5 November 2020
Thursday of the Thirty-first Week in Ordinary Time
In the parable of the lost coin that we hear from Luke’s Gospel today, the primary figure is that of a poor woman who has lost one of her 10 coins. The story is not found in the other Gospels. In this parable, God is portrayed as a woman who loses, who seeks for the lost, who finds, and who celebrates. A biblical scholar who shared this story with some Arab Christian women in North Yemen found that those women were not interested with the use of a female image for God. Interestingly, they assumed that the woman’s role was to guard the money earned by the men and therefore, they must keep everything in order. Thus, the intensity of searching is a function of such cultural expectations and the desire to restore the order rather than any intrinsic monetary value (LaHurd, Rediscovering the Lost Women in Luke 15).
We live, as it is said, in a post-Christian society. The old rules of morality in the Ten Commandments or from the Medieval world no longer seem to bind us. We are free to follow our feelings, to make our own rules, including what type of person we want to be. It was presumed that in the Christian world, the power and status of women is lower than a man, and various life options for women related to career, family, education, sexual expression, reproduction, athletics, politics, etc. are narrower.

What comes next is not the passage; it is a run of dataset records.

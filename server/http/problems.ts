import type { ErrorRequestHandler, RequestHandler, Response } from 'express';
import type { ZodType, z } from 'zod';
import { type Problem, sentenceOfIssues, UserError } from '../shapes/problem';

const statusOf: Record<UserError['kind'], { status: number; title: string }> = {
  'bad entry': { status: 400, title: 'Not understood' },
  'not found': { status: 404, title: 'Not found' },
  'already there': { status: 409, title: 'Already there' },
  'too large': { status: 413, title: 'Too large' },
  'cannot be read': { status: 422, title: 'Cannot be read' },
};

/** Answers with an RFC 9457 problem document. */
export function sendProblem(response: Response, status: number, title: string, detail: string): void {
  const problem: Problem = { type: 'about:blank', title, status, detail };
  response.status(status).type('application/problem+json').send(JSON.stringify(problem));
}

export const noSuchAddress: RequestHandler = (request, response) => {
  const address = request.originalUrl.split('?')[0];
  sendProblem(
    response,
    404,
    'Not found',
    `There is no ${request.method} ${address}. The addresses are listed in /api/openapi.json.`,
  );
};

/** Every error of a route ends here: the user's mistakes as sentences, ours in the log and as one general sentence. */
export const answerError: ErrorRequestHandler = (error: unknown, _request, response, next) => {
  if (response.headersSent) return next(error);
  if (error instanceof UserError) {
    const { status, title } = statusOf[error.kind];
    return sendProblem(response, status, title, error.message);
  }
  if ((error as { code?: unknown }).code === 'SQLITE_BUSY')
    return sendProblem(
      response,
      503,
      'Busy',
      'A file is being stored just now. Nothing was changed; try again in a moment.',
    );
  const status = (error as { status?: unknown }).status;
  if (typeof status === 'number' && status >= 400 && status < 500) {
    const detail =
      status === 413
        ? 'The request is larger than is taken here.'
        : `The request could not be read: ${error instanceof Error ? error.message : 'unknown reason'}.`;
    return sendProblem(response, status, status === 413 ? 'Too large' : 'Not understood', detail);
  }
  console.error(error);
  return sendProblem(
    response,
    500,
    'Our mistake',
    'Something went wrong inside Clackwatch. Nothing was changed; the log has the details.',
  );
};

/** Validates at the edge: returns what the schema makes of the input, or throws the sentence for the person. */
export function valid<T extends ZodType>(schema: T, input: unknown, what: string): z.infer<T> {
  const result = schema.safeParse(input);
  if (!result.success) throw new UserError(sentenceOfIssues(result.error, what));
  return result.data;
}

But in post Christian societies, it is presumed that the status of women is higher, the power of women is enhanced, and various life options are much wider and varied.

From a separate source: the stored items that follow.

import { randomUUID } from 'node:crypto';
import { createWriteStream, mkdirSync, readdirSync, rmSync, statSync } from 'node:fs';
import path from 'node:path';
import { type Readable, Transform } from 'node:stream';
import { pipeline } from 'node:stream/promises';
import { type Inspection, inspectFile, inspectWith } from '../ingest/inspect';
import { fileSource } from '../ingest/source';
import { sha256Of } from '../loading/file-identity';
import { type FileToLoad, ramContext } from '../loading/load-file';
import type { Upload } from '../shapes/load';
import { UserError } from '../shapes/problem';
import type { FileReading } from '../shapes/reading';
import { loadOfFile } from '../store/loads';
import type { Connection } from '../store/open';
import { findRam } from '../store/rams';

/** Larger than ten years of one-second records of six channels in text would be: such a file is split, or loaded on the command line. */
export const MOST_UPLOAD_BYTES = 2 * 1024 ** 3;

interface Received {
  ram: string;
  file: FileToLoad;
}

/** Files that have been received and wait for their reading to be accepted. They lie in the data folder until they are loaded. */
export class Uploads {
  private readonly received = new Map<string, Received>();
  private readonly folder: string;

  constructor(
    private readonly db: Connection,
    dataFolder: string,
    private readonly now: () => number,
  ) {
    this.folder = path.join(dataFolder, 'incoming');
    mkdirSync(this.folder, { recursive: true });
    // what an earlier run left unaccepted is known to nobody any more
    for (const left of readdirSync(this.folder)) rmSync(path.join(this.folder, left), { force: true });
  }

  /** Takes a file's bytes and looks at it. A file that cannot be read at all is thrown away again. */
  async receive(ramName: string, name: string, body: Readable): Promise<Upload> {
    const ram = findRam(this.db, ramName);
    const id = randomUUID();
    const place = path.join(this.folder, id);
    try {
      await pipeline(body, capped(name), createWriteStream(place));
      const file: FileToLoad = { path: place, name, bytes: statSync(place).size, sha256: await sha256Of(place) };
      const looked = await inspectFile(fileSource(place, name), ramContext(this.db, ram, this.now()));
      this.received.set(id, { ram: ram.key, file });
      return this.describe(id, looked);
    } catch (error) {
      rmSync(place, { force: true });
      throw error;
    }
  }

  async preview(id: string, reading: FileReading | null): Promise<Upload> {
    const { ram, file } = this.find(id);
    const context = ramContext(this.db, findRam(this.db, ram), this.now());
    const source = fileSource(file.path, file.name);
    return this.describe(
      id,
      reading === null ? await inspectFile(source, context) : await inspectWith(source, context, reading),
    );
  }

  find(id: string): Received {
    const found = this.received.get(id);
    if (found === undefined) throw new UserError('That upload is not here any more; drop the file again.', 'not found');
    return found;
  }

  forget(id: string): void {
    const found = this.received.get(id);
    if (found === undefined) return;
    this.received.delete(id);
    rmSync(found.file.path, { force: true });
  }

  private describe(id: string, looked: Inspection): Upload {
    const { ram, file } = this.find(id);
    const found = findRam(this.db, ram);
    return {
      upload_id: id,
      ram: found.name,
      file: file.name,
      bytes: file.bytes,
      sha256: file.sha256,
      already_loaded: loadOfFile(this.db, found.id, file.sha256),
      ...looked,
    };
  }
}

function capped(name: string): Transform {
  let bytes = 0;
  return new Transform({
    transform(chunk: Buffer, _encoding, done) {
      bytes += chunk.length;
      if (bytes > MOST_UPLOAD_BYTES)
        done(
          new UserError(
            `${name} is larger than ${MOST_UPLOAD_BYTES / 1024 ** 3} GiB, the most that is taken here; load it with "clackwatch load", or split it.`,
            'too large',
          ),
        );
      else done(null, chunk);
    },
  });
}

What is interesting in the case of the nomination of Justice Amy Coney Barrett recently is that she was judged by what is, in effect, the old standards of virtues, not by any new standard of a woman who is living in a post Christian society. Here is a woman of evident good character and great intellect (everyone who knows her admits this). Suddenly, after her nomination, she was accused of having a role as a “handmaid” in a small Christian group. While “handmaids” perform specific tasks like providing pastoral care, organizing aid for fellow members, and offering advice on community issues, they have little power and must be obedient and submissive to men as the “head” of family and of faith. The controversy over Justice Barrett had little to do with her legal qualifications. No one seriously challenged her qualification. What I would conclude from the controversy is that people often have limited imaginations. They could not imagine that an intelligent, meticulous, graceful woman with a strong sense of duty could be a mother of seven children and a wife.

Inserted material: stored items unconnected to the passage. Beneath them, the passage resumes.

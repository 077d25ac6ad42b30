import { existsSync } from 'node:fs';
import path from 'node:path';
import compression from 'compression';
import express, { type Express } from 'express';
import { pageInstant } from '../figures/examination';
import { LoadJobs, type LoadRunner } from '../loading/jobs';
import { type Connection, setting } from '../store/open';
import { limitRate, noCrossSiteWrites, ownHostOnly, securityHeaders } from './guards';
import { openapi } from './openapi';
import { answerError, noSuchAddress } from './problems';
import { loadRoutes } from './routes-loads';
import { ramRoutes } from './routes-rams';
import { Uploads } from './uploads';

export interface AppParts {
  db: Connection;
  data_folder: string;
  /** Where the built page lies; the API alone is served where it was not built. */
  web_folder: string;
  run_load: LoadRunner;
  version: string;
  now: () => number;
}

/** The whole server as an Express application: guards first, then the API, then the page. */
export function makeApp({ db, data_folder, web_folder, run_load, version, now }: AppParts): Express {
  const app = express();
  app.disable('x-powered-by');
  app.use(securityHeaders, ownHostOnly, limitRate, noCrossSiteWrites);
  // an event stream must not wait in a compressor's buffer
  app.use(
    compression({
      filter: (request, response) => !request.path.endsWith('/events') && compression.filter(request, response),
    }),
  );
  app.use('/api', express.json({ limit: '1mb' }));
  app.get('/api/status', (_request, response) => {
    response.json({
      version,
      demonstration: setting(db, 'demonstration_as_of') !== null,
      as_of: new Date(pageInstant(db, now())).toISOString(),
    });
  });
  app.get('/api/openapi.json', (_request, response) => {
    response.json(openapi(version));
  });
  app.use('/api', ramRoutes(db, now));
  app.use('/api', loadRoutes(db, data_folder, new Uploads(db, data_folder, now), new LoadJobs(run_load)));
  app.use('/api', noSuchAddress);
  if (existsSync(path.join(web_folder, 'index.html'))) {
    app.use('/assets', express.static(path.join(web_folder, 'assets'), { immutable: true, maxAge: '1y' }));
    app.use(express.static(web_folder));
  }
  app.use(noSuchAddress);
  app.use(answerError);
  return app;
}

It might also be hard for some of us to imagine a character of a poor woman as a symbol of God who is losing, seeking for the lost, finding and celebrating. God is shown to be present in human history through divine revelation and with its culmination in Jesus who become a human being. In his very nature, Jesus is shown to be one that finds the lost and celebrates when they repent. We might not like the image of a poor woman who lost the coins as the symbol of God who is searching out the lost one. Nevertheless, at least the parable of the lost coin provides a pattern of relationship that reflects faith, forgiveness, and community.